If I can just find an article on a nice "flat shooting" handgun, I'd be happy happy happy. :) But most of them just appear to be "combat accurate" these days.

Will Brown said...

"If I can just find an article on a nice "flat shooting" handgun ..."

Here you go, MikeJ.

Oleg Volk has a nice photo spread and write up on the gun here. Flat shooting seems to be a universal appraisel of .357 mag. out of anything with a barrel longer than the cartridge itself.

FatWhiteMan said...

The Gun Rags got boring a few years ago and I haven't subscribed for years. I still pick up a copy of Handloader about every 4-5 months but that is about it. I used to get Shotgun News when it was all surplus ads with Mausers on every page. Now it is 1/2 EBR ads and the other half poorly written articles.

DJ said...

"Guns were a lot cooler when I didn't know anything about them or shoot them very much."

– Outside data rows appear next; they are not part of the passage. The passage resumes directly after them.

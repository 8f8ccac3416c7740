"""Relative sensitivities of the corners and the gain to every part value, by adjoint solves.

For each part value x (a resistance, a capacitance, a g_m ...) this module gives
d ln f / d ln x — "a 1 % rise in x moves f by this many per cent" — for the estimated and
the exact upper and lower corners, and d ln |A_m| / d ln x for the mid-band gain.

Estimates (method notes §7). With X = G⁻¹E and Y = G⁻ᵀE for the port columns E, a change
of a stamp coefficient p_k with pattern P_k changes the port matrix by dZ = −Yᵀ P_k X, so
b1 = Σ D_j Z_jj gives ∂b1/∂p_k = −Σ_ab P_k[a,b] (X D Yᵀ)[b,a], and ∂b1/∂D_j = Z_jj. One
solve set each for X and Y serves every part. The lower-corner estimate moves with each
low-band port's pole (the diagonal of W⁻¹, W = D Z) and zero (:func:`_low_estimate`).

Exact corners. A corner f solves F = ln|H(j2πf)| − ln|A_m| + ½ ln 2 = 0, so by the implicit
function theorem d ln f / d ln p = −(∂F/∂ln p) / (∂F/∂ln f). With x = A⁻¹b and y = A⁻ᵀc for
A = G + jωC, ∂H/∂p_k = −yᵀ(P_Gk + jω P_Ck)x and ∂H/∂ln ω = −jω yᵀCx; A_m likewise from the
mid-band matrices. Both are analytic; the tests check them against central differences of
the full analysis.
"""

from __future__ import annotations

import math
from dataclasses import dataclass, field
from types import MappingProxyType
from typing import Mapping

import numpy as np

from ..core.band import Band
from ..network.elements import Capacitor, Inductor, Resistor
from ..solve.lowcorner import section_corner
from ..solve.mna import OPEN, build_system
from .biasslopes import bias_slopes
from .partvalues import PartValue, parametric_system, part_values
from ..solve.timeconstants import CUT_OFF, port_columns, port_weights

FIGURES = ("high_exact", "high_estimate", "low_exact", "low_estimate", "gain")
"""The figures a :class:`Sensitivity` row holds, by attribute name."""

FIGURE_TITLES = MappingProxyType({
    "high_exact": "f_H exact", "high_estimate": "f_H estimated",
    "low_exact": "f_L exact", "low_estimate": "f_L estimated", "gain": "|A_m|",
})


@dataclass(frozen=True)
class Sensitivity:
    """How one part value moves each figure; every entry is d ln(figure) / d ln(value).

    Dimensionless: +1 means the figure rises in proportion to the value, −0.5 that a 1 %
    rise in the value lowers the figure by 0.5 %. None where the design has no such figure.

    Attributes
    ----------
    value : PartValue
        The part value (element, part, label, unit, nominal).
    high_exact, high_estimate : float or None
        Of the exact upper corner, and of the open-circuit estimate 1/(2π b1).
    low_exact, low_estimate : float or None
        Of the exact lower corner, and of the short-circuit estimate ω_L/(2π).
    gain : float or None
        Of the resistive mid-band gain magnitude |A_m| (None only where it cannot be
        computed; :attr:`Sensitivities.notes` says why).
    """

    value: PartValue
    high_exact: float | None
    high_estimate: float | None
    low_exact: float | None
    low_estimate: float | None
    gain: float | None


@dataclass(frozen=True)
class Sensitivities:
    """Sensitivities of every part value of a design.

    Attributes
    ----------
    rows : tuple of Sensitivity
        In circuit order.
    notes : Mapping[str, str]
        Figure (one of :data:`FIGURES`) -> why none of its sensitivities could be computed
        (the network it is worked out on is singular); its entries in ``rows`` are None.
    through_bias : bool
        Whether blocks are biased from the circuit. Then a part value in the DC network (a
        bias resistor) counts its effect through the operating point as well, while the rows
        of the derived values (g_m, r_π ...) hold the operating point fixed.
    """

    rows: tuple
    notes: Mapping[str, str] = field(default_factory=lambda: MappingProxyType({}))
    through_bias: bool = False

    def ranked(self, figure: str = "high_exact") -> tuple:
        """Rows with a value for ``figure`` (one of :data:`FIGURES`), largest magnitude first."""
        if figure not in FIGURES:
            raise ValueError(f"unknown figure {figure!r}; choose one of {', '.join(FIGURES)}")
        have = [r for r in self.rows if getattr(r, figure) is not None]
        return tuple(sorted(have, key=lambda r: -abs(getattr(r, figure))))

    def by_part(self) -> Mapping[str, tuple]:
        """Part name -> its rows (a transistor groups its g_m, r_π, C_π ...), in circuit order."""
        out: dict = {}
        for r in self.rows:
            out.setdefault(r.value.part, []).append(r)
        return MappingProxyType({k: tuple(v) for k, v in out.items()})


def _coefficient_sign(circuit, names) -> np.ndarray:
    """d ln p / d ln x: −1 for a resistor (p = 1/R), +1 for every other value."""
    return np.array([-1.0 if isinstance(circuit.elements[n], Resistor) else 1.0 for n in names])


def _pattern_terms(patterns: np.ndarray, M: np.ndarray) -> np.ndarray:
    """Σ_ab P_k[a,b] M[b,a] for every pattern k."""
    return np.einsum("kab,ba->k", patterns, M)


def _port_solves(system, elements):
    """Port columns E, weights D, and the direct and adjoint solves G⁻¹E, G⁻ᵀE."""
    E, D = port_columns(system, elements, dense=True), port_weights(elements)
    G = system.dense_G
    return E, D, np.linalg.solve(G, E), np.linalg.solve(G.T, E)


def _high_estimate(mid_sys, mid_ps, high, coef, sign, names):
    if not high:
        return None
    E, D, X, Y = _port_solves(mid_sys, high)
    z = np.einsum("ij,ij->j", E, X)
    b1 = float(D @ z)
    if not b1 > 0:
        return None
    d_b1 = -_pattern_terms(mid_ps.G_patterns, (X * D) @ Y.T) * coef * sign
    at = {el.name: j for j, el in enumerate(high)}
    for k, n in enumerate(names):
        if n in at:
            d_b1[k] += D[at[n]] * z[at[n]]
    return -d_b1 / b1


def _bordered_gain(G, b, c, U, patterns, scale):
    """The gain of the network ``G`` with the ports ``U`` at infinite value, and d ln|H| / d ln x
    (None where the gain is zero).

    Infinite value is the constraint Uᵀx = 0 (no voltage across a capacitor, no current in an
    inductor), held by one multiplier per port; the part values' patterns stay those of ``G``.
    """
    n, m = G.shape[0], U.shape[1]
    K = np.zeros((n + m, n + m))
    K[:n, :n], K[:n, n:], K[n:, :n] = G, U, U.T
    rhs, sel = np.concatenate((b, np.zeros(m))), np.concatenate((c, np.zeros(m)))
    x, y = np.linalg.solve(K, rhs), np.linalg.solve(K.T, sel)
    gain = float(sel @ x)
    if gain == 0:
        return gain, None
    return gain, -np.einsum("kab,a,b->k", patterns, y[:n], x[:n]) * scale / gain


def _low_estimate(circuit, states, low, names, coef, sign):
    """d ln f_L / d ln x of the section estimate (:mod:`bandsketch.engine.solve.lowcorner`).

    Each port's pole p_j = (W⁻¹)_jj moves by Σ_ab P_k[a,b] (X W⁻ᵀ)[b,j] (Y D W⁻ᵀ)[a,j] and by
    −p_j for its own ln C (or ln L); its zero z_j = |H^j/H^0|·p_j also by the change of the two
    gains, each of a network with the other ports at infinite value. The corner solves
    F = Σ ln(ω² + p_j²) − ln(ω² + z_j²) − ln 2 = 0, so d ln ω = −Σ(a_j d ln p_j − b_j d ln z_j)/Σ(b_j − a_j)
    with a_j = p_j²/(ω² + p_j²), b_j = z_j²/(ω² + z_j²).
    """
    if not low:
        return None
    low_names = {el.name for el in low}
    low_states = {**{k: v for k, v in states.items() if k not in low_names},
                  **{el.name: OPEN for el in low if isinstance(el, Capacitor)}}
    system = build_system(circuit, low_states)
    patterns = parametric_system(circuit, names, low_states).G_patterns
    scale = coef * sign
    U, D, X, Y = _port_solves(system, low)
    W_inv = np.linalg.inv(D[:, None] * (U.T @ X))
    poles = np.diag(W_inv).copy()
    d_ln_p = np.einsum("kab,aj,bj->kj", patterns, (Y * D[None, :]) @ W_inv.T, X @ W_inv) * scale[:, None] / poles
    at = {el.name: j for j, el in enumerate(low)}
    for k, n in enumerate(names):
        if n in at:
            d_ln_p[k, at[n]] -= 1.0
    G, b, c = system.dense_G, system.b.astype(float), system.c.astype(float)
    everyone = list(range(len(low)))
    h0, d_ln_h0 = _bordered_gain(G, b, c, U, patterns, scale)
    ratios = np.zeros(len(low))
    d_ln_z = d_ln_p.copy()
    for j in everyone:
        others = [i for i in everyone if i != j]
        hj, d_ln_hj = _bordered_gain(G, b, c, U[:, others], patterns, scale)
        ratios[j] = hj / h0 if abs(hj / h0) >= CUT_OFF else 0.0
        if ratios[j] != 0:
            d_ln_z[:, j] += d_ln_hj - d_ln_h0
    wp = np.abs(poles)
    wz = np.abs(ratios) * wp
    omega = section_corner(wp, wz)
    if omega is None:
        return None
    w2 = omega * omega
    a, bz = wp * wp / (w2 + wp * wp), wz * wz / (w2 + wz * wz)
    return -(d_ln_p @ a - d_ln_z @ bz) / float(np.sum(bz - a))


def _midband_gain_terms(mid_sys, mid_ps, coef, sign):
    G = mid_sys.dense_G
    x = np.linalg.solve(G, mid_sys.b)
    y = np.linalg.solve(G.T, mid_sys.c)
    am = float(mid_sys.c @ x)
    # d ln|A_m| / d p_k = −yᵀ P_k x / A_m (real network, so no real part needed).
    d = -np.einsum("kab,a,b->k", mid_ps.G_patterns, y, x) / am
    return d * coef * sign


def _corner_exact(full_sys, full_ps, f_hz, d_gain, coef, sign):
    if f_hz is None:
        return None
    w = 2 * math.pi * f_hz
    A = full_sys.dense_G + 1j * w * full_sys.dense_C
    x = np.linalg.solve(A, full_sys.b.astype(complex))
    y = np.linalg.solve(A.T, full_sys.c.astype(complex))
    H = full_sys.c @ x
    dA = full_ps.G_patterns + 1j * w * full_ps.C_patterns
    d_lnH = (-np.einsum("kab,a,b->k", dA, y, x) / H).real * coef * sign
    d_lnH_dlnw = (-1j * w * (y @ full_sys.dense_C @ x) / H).real
    return -(d_lnH - d_gain) / d_lnH_dlnw


def sensitivities(circuit, analysis) -> Sensitivities:
    """d ln(figure) / d ln(value) for every part value of ``circuit``.

    Parameters
    ----------
    circuit : bandsketch.engine.network.circuit.Circuit
    analysis : bandsketch.engine.solve.analysis.Analysis
        Its analysis (bands, exact corners).

    Returns
    -------
    Sensitivities
    """
    pvs = part_values(circuit)
    names = [p.element for p in pvs]
    reactive = [el for el in circuit.elements.values() if isinstance(el, (Capacitor, Inductor))]
    bands = {name: r.band for name, r in analysis.elements.items()}
    states = analysis.midband_states()
    mid_sys, dc_sys = build_system(circuit, states), build_system(circuit)
    mid_ps = parametric_system(circuit, names, states)
    full_ps = parametric_system(circuit, names)
    coef, sign = full_ps.coefficients, _coefficient_sign(circuit, names)
    high = [el for el in reactive if bands[el.name] == Band.HIGH]
    low = [el for el in reactive if bands[el.name] == Band.LOW]
    notes: dict = {}
    hi_est = _guarded(notes, "high_estimate", lambda: _high_estimate(mid_sys, mid_ps, high, coef, sign, names))
    lo_est = _guarded(notes, "low_estimate", lambda: _low_estimate(circuit, states, low, names, coef, sign))
    d_gain = _guarded(notes, "gain", lambda: _midband_gain_terms(mid_sys, mid_ps, coef, sign))
    hi_ex = lo_ex = None
    for figure, f_hz in (("high_exact", analysis.f_high_exact), ("low_exact", analysis.f_low_exact)):
        if d_gain is None and f_hz is not None:
            notes[figure] = f"{FIGURE_TITLES[figure]}: needs the gain's sensitivities, which could not be computed"
            continue
        value = _guarded(notes, figure, lambda f_hz=f_hz: _corner_exact(dc_sys, full_ps, f_hz, d_gain, coef, sign))
        hi_ex, lo_ex = (value, lo_ex) if figure == "high_exact" else (hi_ex, value)

    slopes = bias_slopes(circuit, names)
    if slopes is not None:
        hi_ex, hi_est, lo_ex, lo_est, d_gain = (_through_bias(v, slopes, names)
                                                for v in (hi_ex, hi_est, lo_ex, lo_est, d_gain))

    def at(v, k):
        return None if v is None else float(v[k])

    rows = tuple(Sensitivity(pv, at(hi_ex, k), at(hi_est, k), at(lo_ex, k), at(lo_est, k), at(d_gain, k))
                 for k, pv in enumerate(pvs))
    return Sensitivities(rows, MappingProxyType(notes), slopes is not None)


def _through_bias(direct, slopes, names):
    """Add each part value's effect through the bias: Σ_j S(y_j)·d ln y_j / d ln x_k over the
    derived values y_j (g_m, r_π ...) whose direct sensitivities S(y_j) ``direct`` holds."""
    if direct is None:
        return None
    at = {n: k for k, n in enumerate(names)}
    rows = [j for j, d in enumerate(slopes.derived) if d in at]
    s_derived = np.array([direct[at[slopes.derived[j]]] for j in rows])
    total = np.array(direct, dtype=float)
    if rows:
        extra = s_derived @ slopes.matrix[rows, :]
        for k, name in enumerate(slopes.values):
            total[at[name]] += extra[k]
    return total


_WORKED_ON = {"high_estimate": "the mid-band network seen by the high-band capacitors",
              "low_estimate": "the network seen by the low-band capacitors",
              "gain": "the resistive mid-band network",
              "high_exact": "the full network at the upper corner",
              "low_exact": "the full network at the lower corner"}


def _guarded(notes: dict, figure: str, compute):
    """``compute()``, or None with a note in ``notes`` where its network is singular or the
    result is not a number (a figure that is zero, a flat response)."""
    why = "gives a singular matrix (elements in parallel or in a loop act as one)"
    try:
        with np.errstate(divide="ignore", invalid="ignore", over="ignore"):
            value = compute()
    except (np.linalg.LinAlgError, ZeroDivisionError):
        value = None
    else:
        if value is None or np.all(np.isfinite(value)):
            return value
        why = "gives no finite derivative (the figure does not move with the values)"
    notes[figure] = f"{FIGURE_TITLES[figure]}: {_WORKED_ON[figure]} {why}, so its sensitivities are not shown"
    return None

I agree. How about a trip down memory lane, at least for those of us who were just getting into handguns in the early-to-mid 1980s? Any of these magazine covers look familiar?


Steve said...

I'm no expert, just a hobbyist and student of firearms but I too got tired of seeing the same articles recycled every two years or so and let my subscriptions lapse long ago.
I do enjoy John Farnam's quips. Very interesting reading and I think a worthy successor to Cooper's Corner.
None of us will ever live long enough to master everything. One of the reasons that guns have always been interesting to me is because there is always something new to learn or tinker with.

DirtCrashr said...

Gun magazines are like motorcycle magazines. Occasionally there's the insightful and accessible engineering angle like Kevin Cameron does, or the undead-forever maunderings of Alan Cathcart, but more often it's a fanzine run by a bunch of fanatics - with the side goal of getting free stuff from the manufacturers to test and polish their hubris.

Beaumont said...

Sturgeon's Law states that 90% of everything is crap. I think he may have actually been a Sturgeon curmudgeon, but, true, there is a lot of drek in magazines. ALL magazines, not just gunny-type ones.

Then again, there are some rags in which one can read Clint Smith, John Taffin, and John Connor. I find the effort is usually rewarded.